With the world focusing on the 4.6 million COVID-19-related deaths recorded in 21 months, it is easy to forget about the estimated 19 million new cancer cases and 9.9 million cancer-related deaths recorded annually.
Radiotherapy (RT) uses ionizing radiation to target cancer cells in specific locations in the body, while attempting to spare normal tissue surrounding the cancer area. This requires sophisticated treatment machines as well as computerised RT treatment planning (RTP) systems to plan the delivery of the radiation accurately. About half of all cancer patients will require RT, but access to the machines is often limited. To address this, new machines are being installed worldwide, making training essential.
The Access to Care Cape Town (A2C) training program was launched in 2015 to address this need in Africa. It allowed teams of RT professionals to attend practical training in Cape Town to facilitate the transition to modern RT techniques. However, the complete travel ban to and from South Africa imposed in March 2020 prevented continuation of in-person training. The decision was taken to immediately convert the training platform to allow for remote teaching.
Prior to the pandemic, training was based on hybrid e-learning and in-classroom teaching. This included LäraNära online pre-course training, followed by 17 day in-person training.

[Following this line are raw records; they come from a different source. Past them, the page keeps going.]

import fc from 'fast-check'
import { describe, expect, it } from 'vitest'
import type { Estimate } from '../estimate.ts'
import { isMissing, type Missing } from '../missing.ts'
import { intraclassCorrelations, type IntraclassCorrelations } from './intraclass-correlation.ts'

fc.configureGlobal({ seed: 7 })

type Found = Record<keyof IntraclassCorrelations, Estimate>

function expectFound(result: IntraclassCorrelations | Missing): Found {
  if (isMissing(result)) throw new Error(`Missing: ${result.missing}`)
  if (Object.values(result).includes(null)) throw new Error('A form is missing.')
  return result as Found
}

const forms = [
  'oneWaySingle',
  'agreementSingle',
  'consistencySingle',
  'oneWayAverage',
  'agreementAverage',
  'consistencyAverage',
] as const

// The published example stands in tests/reference. Here: how the forms behave.
const scattered = [
  [41.2, 42.0, 40.8],
  [35.5, 36.9, 35.0],
  [52.1, 51.0, 53.4],
  [44.0, 46.1, 44.9],
  [38.7, 38.1, 40.0],
]

describe('the intraclass correlations', () => {
  it.each([
    ['nothing', [], 'too-few-values'],
    ['one subject', [[1, 2, 3]], 'too-few-values'],
    ['one trial', [[1], [2]], 'too-few-values'],
    ['a trial left out', [[1, 2], [3]], 'unequal-lengths'],
    [
      'NaN',
      [
        [1, NaN],
        [3, 4],
      ],
      'not-finite',
    ],
    [
      'values that are all the same',
      [
        [7, 7],
        [7, 7],
        [7, 7],
      ],
      'no-spread',
    ],
  ])('have a reason for %s', (_what, rows, missing) => {
    expect(intraclassCorrelations(rows)).toMatchObject({ missing })
  })

  it('are 1, in every form, where trials repeat to the digit', () => {
    const perfect = expectFound(
      intraclassCorrelations([
        [1, 1],
        [2, 2],
        [5, 5],
      ]),
    )
    for (const form of forms) expect(perfect[form]).toEqual({ value: 1, low: 1, high: 1 })
  })

  it('count a shift between trials in agreement, and not in consistency', () => {
    const shifted = expectFound(
      intraclassCorrelations([
        [1, 4],
        [2, 5],
        [5, 8],
        [9, 12],
      ]),
    )
    expect(shifted.consistencySingle).toEqual({ value: 1, low: 1, high: 1 })
    expect(shifted.agreementSingle.value).toBeLessThan(0.9)
    expect(shifted.oneWaySingle.value).toBeLessThan(0.9)
  })

  it('lie between the limits of their intervals, and below 1', () => {
    const found = expectFound(intraclassCorrelations(scattered))
    for (const form of forms) {
      expect(found[form].low).toBeLessThan(found[form].value)
      expect(found[form].high).toBeGreaterThan(found[form].value)
      expect(found[form].high).toBeLessThan(1)
    }
  })

  it('are higher for the mean of several trials than for one', () => {
    const found = expectFound(intraclassCorrelations(scattered))
    expect(found.oneWayAverage.value).toBeGreaterThan(found.oneWaySingle.value)
    expect(found.agreementAverage.value).toBeGreaterThan(found.agreementSingle.value)
    expect(found.consistencyAverage.value).toBeGreaterThan(found.consistencySingle.value)
  })

  it('have wider intervals for a higher coverage', () => {
    const [at90, at99] = [0.9, 0.99].map((coverage) =>
      expectFound(intraclassCorrelations(scattered, coverage)),
    )
    for (const form of forms) {
      expect(at99[form].low).toBeLessThan(at90[form].low)
      expect(at99[form].high).toBeGreaterThan(at90[form].high)
    }
  })

  it('may be below zero where subjects differ less than chance has it', () => {
    const opposed = intraclassCorrelations([
      [1, 3],
      [3, 1],
      [2, 2.5],
    ])
    if (isMissing(opposed)) throw new Error(opposed.missing)
    expect(opposed.oneWaySingle?.value).toBeLessThan(0)
    expect(opposed.agreementSingle?.value).toBeLessThan(0)
    expect(opposed.consistencySingle?.value).toBeLessThan(0)
    expect(opposed.consistencyAverage?.value).toBeLessThan(opposed.consistencySingle?.value ?? NaN)
  })

  it('have no value where the estimated variances add up to nothing', () => {
    const found = intraclassCorrelations([
      [1, 3],
      [3, 1],
    ])
    expect(found).toMatchObject({ oneWaySingle: { value: -1 }, oneWayAverage: null, agreementSingle: null })
  })

  it('do not mind the unit, a shift of everything, or the order of subjects and trials', () => {
    const scale = fc.double({ min: 0.01, max: 100, noNaN: true })
    fc.assert(
      fc.property(scale, fc.double({ min: -50, max: 50, noNaN: true }), (unit, shift) => {
        const turned = scattered.map((row) => row.map((value) => unit * (value + shift)).reverse()).reverse()
        const [here, there] = [scattered, turned].map((rows) => expectFound(intraclassCorrelations(rows)))
        return forms.every((form) =>
          (['value', 'low', 'high'] as const).every(
            (key) => Math.abs(here[form][key] - there[form][key]) < 1e-8,
          ),
        )
      }),
      { numRuns: 30 },
    )
  })

  it('are numbers for whatever table, small or odd', () => {
    const cell = fc.integer({ min: -3, max: 3 })
    const table = fc.array(fc.array(cell, { minLength: 3, maxLength: 3 }), { minLength: 2, maxLength: 4 })
    fc.assert(
      fc.property(table, (rows) => {
        const result = intraclassCorrelations(rows)
        if (isMissing(result)) return result.missing === 'no-spread'
        return forms.every((form) => {
          const found = result[form]
          return found === null || (found.value <= 1 && found.low <= found.value && found.value <= found.high)
        })
      }),
    )
  })
})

Participants had access to a virtual reality radiotherapy simulation system (VERTTM), a radiotherapy treatment planning (RTP) laboratory (Varian EclipseTM) and demonstrations in the department.
With such a large part of the program relying on hands-on teaching and demonstrations, it was essential to find a way to go virtual.
Practical training requires real-time interaction with students while they learn RTP skills. Prior to COVID-19, students trained under direct supervision in the RTP laboratory. These computers make use of a cloud-based interface between local Dell Wyse Thin ClientTM workstations and the main server in Switzerland. To maintain this level of direct supervision, with students and facilitators now in different countries, the existing infrastructure was reconfigured. Remote participants can now access student vApp accounts through a web interface, while local faculty use VMWareTM admin logins to duplicate the student’s screen for monitoring. Communication with the students is facilitated through Zoom. The lecturer uses screensharing to demonstrate a particular contouring or planning skill to the group, after which breakout rooms are used to allow local classroom assistants to directly assist teams while they attempt to master the new planning skill on the RTP computers.
Live streaming sessions and pre-recorded video and simulation material further supplement practical training. The first course was offered in November 2020 with five more completed in 2021. This included the first fully remote 2D to 3DCRT course delivered in training blocks over a four month period, as well as a brand new three day Paediatrics for low- and middle- income countries course. More than 70 national and international participants were able to join Access to Care remote training sessions in 2021.